Hazelview instalou novas caldeiras, fez trabalhos elétricos e hidráulicos, entre outras reformas, acrescentou uma sala de correspondência e renovou a lavanderia, disse ela, e também concluiu mais de 3.000 pedidos de manutenção e reparo de unidades em West Lodge. “Esses são projetos de revitalização massivos dos quais acreditamos que os residentes de West Lodge se beneficiarão; não é de forma alguma um esforço para expulsar as pessoas ”, disse Krempulec.
Ela reconheceu que há “muitas” unidades vagas nos prédios, embora a empresa esteja ativamente alugando-as há cerca de um ano. Fá-lo com uma renda de mercado, que é provavelmente mais do que paga um inquilino existente no controlo da renda. “Não houve nenhum pedido de aumento do aluguel da diretriz acima para esta obra”, ela enfatizou.
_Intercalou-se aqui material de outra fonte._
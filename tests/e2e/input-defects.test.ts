import type { Locator, Page } from 'playwright-core';
import { describe, expect, it } from 'vitest';
import { containsText, countIs, hasTexts, shows } from './support/page-expect';
import { useBrowserSession } from './support/session';

/*
 * Pasted observations with a decimal comma, the lines the reader ignored,
 * removing an input and undoing it, an old version's own status, and a
 * read-only budget shown as text: in Debian's Chromium against the built
 * client and the server with the demo lab.
 */

const { app, pageAs, shot } = useBrowserSession('input-defects');

const inputItems = (page: Page): Locator => page.getByRole('list', { name: 'Input quantities' }).getByRole('listitem');

/** The value a definition list gives for a term. */
const definition = (scope: Locator, term: string): Locator => scope.locator(`dt:text-is("${term}") + dd`);

/** A status badge: its mark, then its word. */
const badge = (scope: Page | Locator, word: string): Locator => scope.getByText(new RegExp(`^[✓○◐↩⊘]\\s*${word}$`));

async function inputOrder(page: Page): Promise<string[]> {
  const labels = await page.getByRole('button', { name: /^Move / }).evaluateAll((els) => els.map((e) => e.getAttribute('aria-label') ?? ''));
  return labels.map((n) => /^Move (\S+)/.exec(n)?.[1] ?? n);
}

/** The input row whose header has the keyboard focus. */
const focusedRow = (page: Page) => page.evaluate(() => (document.activeElement?.hasAttribute('aria-expanded') ? (document.activeElement.closest('li')?.getAttribute('data-input') ?? null) : null));

/** The id of the demo budget that went through review: three versions, the third approved. */
async function resistorBudget(page: Page): Promise<number> {
  return page.evaluate(async () => {
    const list = (await (await fetch('/api/budgets?q=Resistor')).json()) as { id: number; title: string }[] | { items: { id: number; title: string }[] };
    const rows = Array.isArray(list) ? list : list.items;
    return rows.find((b) => /Resistor KF-R10K-7/.test(b.title))!.id;
  });
}

describe('input defects: pasted readings, undo, version status, read-only text', () => {
  it('reads decimal-comma readings, lists the ignored lines, and undoes the removal of an input', async () => {
    const page = await pageAs('metrologist@dubito.example');
    await page.goto(`${app.baseUrl}/budgets/new`);
    const item = inputItems(page).first();
    await shows(item.getByLabel('Symbol'));
    await item.getByLabel('Symbol').fill('t_i');
    await item.getByLabel('Distribution').selectOption({ label: 'Repeated observations (Type A)' });

    // twenty readings 50,00 … 50,04 (each four times, mean 50,02) under a heading, with one unreadable line
    const readings = Array.from({ length: 20 }, (_, i) => `50,0${i % 5}`);
    await item.getByLabel(/^Observations/).fill(['Reading (mm)', ...readings.slice(0, 2), 'n/a', ...readings.slice(2)].join('\n'));
    await hasTexts(definition(item, 'n'), ['20']);
    await containsText(definition(item, 'mean q̄'), /^50\.020/);
    await hasTexts(item.getByRole('list', { name: 'Lines not read' }).getByRole('listitem'), ['line 1: "Reading (mm)" is not a number (read as a heading)', 'line 4: "n/a" is not a number']);
    await shot(page, 'pasted-decimal-comma');

    // remove the input with its readings, then undo: it comes back first, readings and all
    await expect.poll(() => inputOrder(page)).toEqual(['t_i', 'x2']);
    await page.getByRole('button', { name: 'Remove t_i' }).focus();
    await page.keyboard.press('Enter');
    await expect.poll(() => inputOrder(page)).toEqual(['x2']);
    // the keyboard lands on the row that took its place, not on the page
    await expect.poll(() => focusedRow(page)).toBe('x2');
    const toast = page.getByRole('status').filter({ hasText: 'Removed input t_i with its 20 observations.' });
    await shows(toast);
    await shot(page, 'removed-with-undo');
    await toast.getByRole('button', { name: 'Undo' }).click();
    await expect.poll(() => inputOrder(page)).toEqual(['t_i', 'x2']);
    await expect.poll(() => focusedRow(page)).toBe('t_i');
    await hasTexts(definition(inputItems(page).first(), 'n'), ['20']);
  }, 180_000);

  it('compares U like with like: a change of the measurand unit is not reported as a change of U', async () => {
    const page = await pageAs('metrologist@dubito.example');
    await page.goto(`${app.baseUrl}/budgets/new`);
    const measurand = page.getByRole('region', { name: 'Measurand' });
    const result = page.getByRole('region', { name: 'Result' });
    const first = inputItems(page).first();
    await first.getByLabel('Unit').fill('mm');
    const second = inputItems(page).nth(1);
    await second.getByRole('button', { expanded: false }).click();
    await second.getByLabel('Unit').fill('mm');
    await measurand.getByLabel('Unit').fill('mm');
    await containsText(result.getByRole('button', { name: /^U / }), 'mm');

    // a real change of U is reported…
    await first.getByLabel('Standard uncertainty u').fill('0.02');
    await containsText(result, /Your last edit raised U by/);
    // …the same U in micrometres is not
    await measurand.getByLabel('Unit').fill('um');
    await containsText(result.getByRole('button', { name: /^U / }), 'µm');
    await countIs(result.getByText(/Your last edit/), 0);
    await shot(page, 'unit-change');
  }, 180_000);

  it('shows an old unapproved version of an approved budget as superseded, everywhere it appears', async () => {
    const page = await pageAs('metrologist@dubito.example');
    await page.goto(`${app.baseUrl}/budgets`);
    const id = await resistorBudget(page);

    await page.goto(`${app.baseUrl}/budgets/${id}/versions`);
    const rows = page.getByRole('table').getByRole('row');
    await shows(badge(rows.filter({ hasText: 'v3' }), 'Approved'));
    await shows(badge(rows.filter({ hasText: 'v1' }), 'Superseded draft'));
    await countIs(badge(rows.filter({ hasText: 'v1' }), 'Approved'), 0);
    await shot(page, 'versions-list');

    await page.goto(`${app.baseUrl}/budgets/${id}/versions/1`);
    const header = page.locator('header').filter({ hasText: 'v1 of 3' });
    await shows(badge(header, 'Superseded draft'));
    await countIs(badge(header, 'Approved'), 0);
    await shot(page, 'old-version');

    await page.goto(`${app.baseUrl}/budgets/${id}/compare?from=1&to=3`);
    await shows(page.getByTestId('comparison'));
    await shows(badge(page, 'Superseded draft'));
    await shows(badge(page, 'Approved'));
    await shot(page, 'compare-status');

    await page.goto(`${app.baseUrl}/budgets/${id}/versions/1/report`);
    await shows(badge(page, 'Superseded draft'));
    await countIs(badge(page, 'Approved'), 0);
    await shot(page, 'old-version-report');
  }, 180_000);

  it('renders a budget the auditor may only read as text, not as locked fields', async () => {
    const page = await pageAs('auditor@dubito.example');
    const id = await resistorBudget(page);
    await page.goto(`${app.baseUrl}/budgets/${id}`);
    await shows(page.getByRole('heading', { level: 1, name: /Resistor KF-R10K-7/ }));
    await countIs(page.getByRole('textbox', { name: 'Title' }), 0);

    const measurand = page.getByRole('region', { name: 'Measurand' });
    await hasTexts(definition(measurand, 'Symbol'), ['R_x']);
    await hasTexts(definition(measurand, 'Unit'), ['Ω']);
    const model = page.getByRole('region', { name: 'Model' });
    await containsText(definition(model, 'Model equation(s)'), 'R_x = (R_s + dR_drift + dR_T) * r');

    const first = inputItems(page).first();
    await first.getByRole('button', { expanded: false }).click();
    await hasTexts(definition(first, 'Value (Ω)'), ['10000.053']);
    await hasTexts(definition(first, 'Expanded uncertainty U (Ω)'), ['0.004']);
    const ratio = inputItems(page).nth(1);
    await ratio.getByRole('button', { expanded: false }).click();
    await countIs(ratio.getByRole('list', { name: 'Observations' }).getByRole('listitem'), 5);

    // no form control in the budget's sections: the keyboard goes from one action to the next
    for (const name of ['Measurand', 'Model', /^Input quantities/, 'Constants', 'Correlations', 'Monte Carlo method']) {
      await countIs(page.getByRole('region', { name }).locator('input, textarea, select'), 0);
    }
    // the Monte Carlo settings are the budget's, as text; a run here reproduces the stored one
    const mc = page.getByRole('region', { name: 'Monte Carlo method' });
    await containsText(definition(mc, 'Trials M'), /^100\s000$/);
    await hasTexts(definition(mc, 'Seed'), ['kestrel-r10k']);
    await shows(mc.getByRole('button', { name: 'Run Monte Carlo' }));
    await shot(mc, 'read-only-monte-carlo');
    await shot(page, 'read-only');

    // constants and correlations of a budget the auditor reads are table cells
    const dc = await page.evaluate(async () => ((await (await fetch('/api/budgets?q=DC%20voltage')).json()) as { id: number }[])[0].id);
    await page.goto(`${app.baseUrl}/budgets/${dc}`);
    const correlations = page.getByRole('region', { name: 'Correlations' });
    await shows(correlations.getByRole('table', { name: 'Correlation coefficients between inputs' }));
    await countIs(correlations.locator('input, select'), 0);
    await shot(page, 'read-only-correlations');

    // the report prints the correlation matrix, each header cell named
    await page.goto(`${app.baseUrl}/budgets/${dc}/versions/1/report`);
    await shows(page.getByTestId('report-correlations'));
    await shot(page, 'report-correlations');
  }, 180_000);
});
Mas Hodgson disse que os inquilinos ainda se sentem pressionados a sair. A organização que começou com reparos e atrasos no aluguel também descobriu quantas pessoas estavam lutando com comida. Isso foi o que levou ao banco de alimentos administrado por inquilinos que opera em uma unidade do prédio a cada dois domingos e atrai cerca de 50 pessoas regularmente.
“Foi realmente terrível. Havia pessoas que preferiam pagar aluguel em vez de comprar comida. E não apenas por causa do COVID. Isso já estava acontecendo antes ”, disse Hodgson.
Ashleigh Doherty, uma residente de Parkdale e professora local, disse que a organização coletiva que foi gerada durante a pandemia é sobre pressionar por melhores condições e exigir mudanças, não esperar por soluções de cima para baixo dos políticos.
“De nossa perspectiva, sabemos que o único poder que temos é por meio desse tipo de organização”, disse Doherty à Al Jazeera fora do West Lodge. “E isso vai envolver o confronto direto com os proprietários, e não ficar esperando que os políticos façam algo por nós – sabemos que isso não vai acontecer”.